What needs to be done
Look through the records below for the line with "filename stationcheck/plant/station_days.py" and the line with "units WHERE started_at_s", then return those lines and all lines between, exactly.

________________________________________

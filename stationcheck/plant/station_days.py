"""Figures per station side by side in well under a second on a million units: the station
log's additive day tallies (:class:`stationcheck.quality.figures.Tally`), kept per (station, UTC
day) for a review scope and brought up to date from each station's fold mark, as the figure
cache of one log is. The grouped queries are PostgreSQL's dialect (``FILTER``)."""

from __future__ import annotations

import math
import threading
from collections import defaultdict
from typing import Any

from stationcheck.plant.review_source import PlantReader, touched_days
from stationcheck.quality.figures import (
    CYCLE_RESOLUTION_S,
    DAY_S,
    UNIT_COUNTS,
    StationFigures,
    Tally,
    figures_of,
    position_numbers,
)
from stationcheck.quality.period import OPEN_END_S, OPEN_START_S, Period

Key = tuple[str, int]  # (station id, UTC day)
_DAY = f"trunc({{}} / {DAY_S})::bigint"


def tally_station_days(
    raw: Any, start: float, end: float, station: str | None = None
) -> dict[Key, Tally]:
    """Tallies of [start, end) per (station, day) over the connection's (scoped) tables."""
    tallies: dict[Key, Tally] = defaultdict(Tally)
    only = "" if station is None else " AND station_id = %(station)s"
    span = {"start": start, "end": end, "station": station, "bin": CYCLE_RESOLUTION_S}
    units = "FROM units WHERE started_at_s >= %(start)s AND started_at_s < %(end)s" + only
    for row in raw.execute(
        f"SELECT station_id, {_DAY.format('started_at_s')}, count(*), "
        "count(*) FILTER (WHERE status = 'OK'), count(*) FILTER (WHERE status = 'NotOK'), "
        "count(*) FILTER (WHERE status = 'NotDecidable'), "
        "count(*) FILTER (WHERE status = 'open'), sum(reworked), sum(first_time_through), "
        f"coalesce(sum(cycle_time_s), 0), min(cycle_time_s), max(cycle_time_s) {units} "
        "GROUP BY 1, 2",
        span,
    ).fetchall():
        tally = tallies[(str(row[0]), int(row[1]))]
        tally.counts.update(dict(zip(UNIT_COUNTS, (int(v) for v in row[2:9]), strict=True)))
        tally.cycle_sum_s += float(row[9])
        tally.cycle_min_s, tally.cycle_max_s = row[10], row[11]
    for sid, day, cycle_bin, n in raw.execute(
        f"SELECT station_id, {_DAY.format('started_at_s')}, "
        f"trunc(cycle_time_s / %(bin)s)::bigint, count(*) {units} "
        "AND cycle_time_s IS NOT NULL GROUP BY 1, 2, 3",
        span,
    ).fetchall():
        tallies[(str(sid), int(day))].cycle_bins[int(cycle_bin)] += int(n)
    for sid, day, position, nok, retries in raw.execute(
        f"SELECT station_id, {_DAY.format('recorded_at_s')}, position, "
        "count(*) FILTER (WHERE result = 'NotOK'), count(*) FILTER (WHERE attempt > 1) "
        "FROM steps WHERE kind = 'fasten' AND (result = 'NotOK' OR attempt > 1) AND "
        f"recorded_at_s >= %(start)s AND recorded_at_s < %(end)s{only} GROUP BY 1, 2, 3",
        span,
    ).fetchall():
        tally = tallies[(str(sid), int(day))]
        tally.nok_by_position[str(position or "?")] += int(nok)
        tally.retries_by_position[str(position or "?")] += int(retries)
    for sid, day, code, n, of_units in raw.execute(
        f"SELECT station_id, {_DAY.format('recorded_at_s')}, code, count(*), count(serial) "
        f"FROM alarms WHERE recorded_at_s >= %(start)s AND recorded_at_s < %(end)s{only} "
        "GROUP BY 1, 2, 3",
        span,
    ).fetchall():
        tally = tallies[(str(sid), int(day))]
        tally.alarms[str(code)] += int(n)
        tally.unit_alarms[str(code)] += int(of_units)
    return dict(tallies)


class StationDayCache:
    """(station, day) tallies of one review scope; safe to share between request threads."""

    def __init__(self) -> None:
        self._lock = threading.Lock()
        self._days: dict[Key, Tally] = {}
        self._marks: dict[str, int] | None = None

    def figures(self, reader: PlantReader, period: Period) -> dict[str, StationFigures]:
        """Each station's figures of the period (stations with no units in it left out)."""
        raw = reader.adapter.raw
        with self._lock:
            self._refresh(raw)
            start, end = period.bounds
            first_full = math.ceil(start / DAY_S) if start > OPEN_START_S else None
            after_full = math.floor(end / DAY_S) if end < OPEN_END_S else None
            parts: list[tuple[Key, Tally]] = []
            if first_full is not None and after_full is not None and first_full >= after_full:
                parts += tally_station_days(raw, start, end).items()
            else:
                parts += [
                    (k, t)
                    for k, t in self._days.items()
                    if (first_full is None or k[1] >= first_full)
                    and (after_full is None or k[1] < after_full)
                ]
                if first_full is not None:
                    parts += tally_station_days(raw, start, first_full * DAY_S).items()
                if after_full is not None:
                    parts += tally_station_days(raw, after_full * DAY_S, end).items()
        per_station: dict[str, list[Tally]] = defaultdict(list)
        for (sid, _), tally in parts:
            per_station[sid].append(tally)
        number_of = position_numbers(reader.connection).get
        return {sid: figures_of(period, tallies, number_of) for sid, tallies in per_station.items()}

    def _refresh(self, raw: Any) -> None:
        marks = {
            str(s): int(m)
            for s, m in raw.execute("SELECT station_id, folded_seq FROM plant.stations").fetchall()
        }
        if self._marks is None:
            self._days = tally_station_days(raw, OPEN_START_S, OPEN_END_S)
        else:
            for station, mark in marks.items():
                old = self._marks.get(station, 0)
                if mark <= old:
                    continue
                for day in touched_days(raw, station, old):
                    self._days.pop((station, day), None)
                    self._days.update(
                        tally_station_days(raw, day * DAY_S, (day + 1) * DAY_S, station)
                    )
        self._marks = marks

________________________________________

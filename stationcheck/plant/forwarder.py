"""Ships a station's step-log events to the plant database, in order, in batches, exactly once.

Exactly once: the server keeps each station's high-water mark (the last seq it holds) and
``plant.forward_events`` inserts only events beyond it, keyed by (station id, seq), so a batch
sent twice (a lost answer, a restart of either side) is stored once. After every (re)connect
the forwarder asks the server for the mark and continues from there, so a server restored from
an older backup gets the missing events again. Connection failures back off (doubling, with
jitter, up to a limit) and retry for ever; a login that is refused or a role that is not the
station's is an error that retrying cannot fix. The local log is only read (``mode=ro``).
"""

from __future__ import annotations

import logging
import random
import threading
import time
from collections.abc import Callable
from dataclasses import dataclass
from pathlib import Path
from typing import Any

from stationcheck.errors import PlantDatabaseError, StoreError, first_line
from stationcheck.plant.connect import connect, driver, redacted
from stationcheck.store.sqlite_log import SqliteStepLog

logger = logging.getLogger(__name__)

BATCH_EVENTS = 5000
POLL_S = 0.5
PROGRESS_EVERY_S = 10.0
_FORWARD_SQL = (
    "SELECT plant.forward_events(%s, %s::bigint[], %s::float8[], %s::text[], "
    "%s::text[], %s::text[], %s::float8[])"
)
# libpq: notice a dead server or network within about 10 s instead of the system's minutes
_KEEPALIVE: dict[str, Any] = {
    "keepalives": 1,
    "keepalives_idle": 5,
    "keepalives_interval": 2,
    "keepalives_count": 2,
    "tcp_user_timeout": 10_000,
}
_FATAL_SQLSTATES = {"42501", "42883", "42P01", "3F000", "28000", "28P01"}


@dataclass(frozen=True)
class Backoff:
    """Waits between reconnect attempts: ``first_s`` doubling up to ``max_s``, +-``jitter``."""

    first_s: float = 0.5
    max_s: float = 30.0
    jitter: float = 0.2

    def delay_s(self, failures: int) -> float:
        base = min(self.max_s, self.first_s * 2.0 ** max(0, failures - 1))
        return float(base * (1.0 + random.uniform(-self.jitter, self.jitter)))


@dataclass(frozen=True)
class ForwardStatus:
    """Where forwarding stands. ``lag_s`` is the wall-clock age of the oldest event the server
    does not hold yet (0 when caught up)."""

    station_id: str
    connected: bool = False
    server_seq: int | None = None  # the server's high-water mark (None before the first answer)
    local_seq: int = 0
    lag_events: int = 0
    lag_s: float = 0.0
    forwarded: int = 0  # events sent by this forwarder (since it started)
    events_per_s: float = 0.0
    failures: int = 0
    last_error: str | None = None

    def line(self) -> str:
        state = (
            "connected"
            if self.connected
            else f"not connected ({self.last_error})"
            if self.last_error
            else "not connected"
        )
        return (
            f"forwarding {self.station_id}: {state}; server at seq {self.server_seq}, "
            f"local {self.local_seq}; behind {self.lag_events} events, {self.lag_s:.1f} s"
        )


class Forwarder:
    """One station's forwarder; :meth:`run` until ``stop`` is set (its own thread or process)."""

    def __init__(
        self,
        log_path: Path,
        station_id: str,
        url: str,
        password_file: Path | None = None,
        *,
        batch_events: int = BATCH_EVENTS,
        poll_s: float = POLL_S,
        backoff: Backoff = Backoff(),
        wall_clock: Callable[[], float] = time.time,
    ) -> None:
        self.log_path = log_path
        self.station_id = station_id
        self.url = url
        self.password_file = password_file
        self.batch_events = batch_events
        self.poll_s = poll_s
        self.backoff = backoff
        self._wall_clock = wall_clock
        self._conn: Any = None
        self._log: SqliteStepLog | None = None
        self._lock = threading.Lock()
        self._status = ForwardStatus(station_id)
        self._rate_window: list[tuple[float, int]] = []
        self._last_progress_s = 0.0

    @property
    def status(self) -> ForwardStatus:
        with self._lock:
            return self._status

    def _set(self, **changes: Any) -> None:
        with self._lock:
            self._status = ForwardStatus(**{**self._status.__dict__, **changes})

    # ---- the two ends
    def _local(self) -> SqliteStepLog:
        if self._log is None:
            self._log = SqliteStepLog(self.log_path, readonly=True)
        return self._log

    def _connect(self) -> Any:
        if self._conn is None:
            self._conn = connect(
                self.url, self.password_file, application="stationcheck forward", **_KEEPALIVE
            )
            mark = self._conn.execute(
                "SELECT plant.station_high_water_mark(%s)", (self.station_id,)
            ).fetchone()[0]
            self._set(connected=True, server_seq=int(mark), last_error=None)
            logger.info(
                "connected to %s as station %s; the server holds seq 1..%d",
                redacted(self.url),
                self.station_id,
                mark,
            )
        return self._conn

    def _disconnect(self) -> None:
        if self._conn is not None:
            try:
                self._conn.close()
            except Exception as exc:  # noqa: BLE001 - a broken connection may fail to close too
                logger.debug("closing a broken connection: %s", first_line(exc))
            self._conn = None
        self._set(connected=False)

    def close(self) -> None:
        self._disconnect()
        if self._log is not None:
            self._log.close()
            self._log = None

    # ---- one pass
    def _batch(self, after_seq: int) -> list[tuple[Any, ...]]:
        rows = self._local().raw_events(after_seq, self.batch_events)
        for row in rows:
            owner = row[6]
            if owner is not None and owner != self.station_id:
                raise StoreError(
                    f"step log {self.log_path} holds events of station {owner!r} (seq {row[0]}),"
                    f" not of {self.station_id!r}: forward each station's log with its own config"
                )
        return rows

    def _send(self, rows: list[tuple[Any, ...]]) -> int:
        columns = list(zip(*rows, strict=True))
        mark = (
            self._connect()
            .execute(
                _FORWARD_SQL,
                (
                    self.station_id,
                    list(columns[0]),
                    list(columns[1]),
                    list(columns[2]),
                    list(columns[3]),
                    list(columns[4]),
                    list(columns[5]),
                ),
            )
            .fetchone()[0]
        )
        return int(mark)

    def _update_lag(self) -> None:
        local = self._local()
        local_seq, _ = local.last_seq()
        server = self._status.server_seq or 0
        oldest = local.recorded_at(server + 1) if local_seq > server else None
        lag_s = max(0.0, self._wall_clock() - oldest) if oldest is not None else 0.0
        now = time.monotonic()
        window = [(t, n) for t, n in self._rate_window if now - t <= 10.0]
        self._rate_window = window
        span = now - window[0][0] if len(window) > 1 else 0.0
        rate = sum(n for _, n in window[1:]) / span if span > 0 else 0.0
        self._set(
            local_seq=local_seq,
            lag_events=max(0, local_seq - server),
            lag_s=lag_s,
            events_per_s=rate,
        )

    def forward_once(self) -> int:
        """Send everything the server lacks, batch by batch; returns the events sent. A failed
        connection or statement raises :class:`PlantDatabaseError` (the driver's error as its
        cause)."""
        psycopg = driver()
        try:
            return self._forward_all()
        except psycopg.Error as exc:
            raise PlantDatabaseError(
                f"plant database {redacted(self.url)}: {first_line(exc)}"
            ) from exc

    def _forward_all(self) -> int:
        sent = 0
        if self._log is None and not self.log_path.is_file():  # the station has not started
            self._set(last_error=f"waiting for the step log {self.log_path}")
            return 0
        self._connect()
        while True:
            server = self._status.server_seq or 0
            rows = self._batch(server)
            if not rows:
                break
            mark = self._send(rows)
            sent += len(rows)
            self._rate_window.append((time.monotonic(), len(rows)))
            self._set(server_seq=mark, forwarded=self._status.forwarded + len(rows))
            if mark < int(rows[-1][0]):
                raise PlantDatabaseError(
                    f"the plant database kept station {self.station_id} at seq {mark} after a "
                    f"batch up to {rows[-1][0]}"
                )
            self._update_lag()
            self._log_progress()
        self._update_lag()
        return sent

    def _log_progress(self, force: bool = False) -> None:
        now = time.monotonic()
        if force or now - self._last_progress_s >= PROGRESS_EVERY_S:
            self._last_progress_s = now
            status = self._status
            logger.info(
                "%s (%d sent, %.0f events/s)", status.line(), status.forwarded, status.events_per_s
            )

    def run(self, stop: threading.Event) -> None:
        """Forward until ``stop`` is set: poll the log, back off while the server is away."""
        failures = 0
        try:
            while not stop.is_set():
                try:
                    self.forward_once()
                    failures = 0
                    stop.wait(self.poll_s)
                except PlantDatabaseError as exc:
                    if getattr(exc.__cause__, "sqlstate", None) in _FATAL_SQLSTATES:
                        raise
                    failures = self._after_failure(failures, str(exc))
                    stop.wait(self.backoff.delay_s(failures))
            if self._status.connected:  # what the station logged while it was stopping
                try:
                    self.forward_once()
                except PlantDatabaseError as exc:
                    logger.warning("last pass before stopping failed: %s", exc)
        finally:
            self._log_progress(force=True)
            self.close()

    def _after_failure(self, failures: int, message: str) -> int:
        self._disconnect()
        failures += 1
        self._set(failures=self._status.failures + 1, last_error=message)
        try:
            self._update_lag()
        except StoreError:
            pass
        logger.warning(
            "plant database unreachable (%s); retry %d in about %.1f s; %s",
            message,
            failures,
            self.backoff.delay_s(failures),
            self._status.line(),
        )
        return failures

________________________________________

Solution below
filename stationcheck/plant/station_days.py
"""Figures per station side by side in well under a second on a million units: the station
log's additive day tallies (:class:`stationcheck.quality.figures.Tally`), kept per (station, UTC
day) for a review scope and brought up to date from each station's fold mark, as the figure
cache of one log is. The grouped queries are PostgreSQL's dialect (``FILTER``)."""

from __future__ import annotations

import math
import threading
from collections import defaultdict
from typing import Any

from stationcheck.plant.review_source import PlantReader, touched_days
from stationcheck.quality.figures import (
    CYCLE_RESOLUTION_S,
    DAY_S,
    UNIT_COUNTS,
    StationFigures,
    Tally,
    figures_of,
    position_numbers,
)
from stationcheck.quality.period import OPEN_END_S, OPEN_START_S, Period

Key = tuple[str, int]  # (station id, UTC day)
_DAY = f"trunc({{}} / {DAY_S})::bigint"


def tally_station_days(
    raw: Any, start: float, end: float, station: str | None = None
) -> dict[Key, Tally]:
    """Tallies of [start, end) per (station, day) over the connection's (scoped) tables."""
    tallies: dict[Key, Tally] = defaultdict(Tally)
    only = "" if station is None else " AND station_id = %(station)s"
    span = {"start": start, "end": end, "station": station, "bin": CYCLE_RESOLUTION_S}
    units = "FROM units WHERE started_at_s >= %(start)s AND started_at_s < %(end)s" + only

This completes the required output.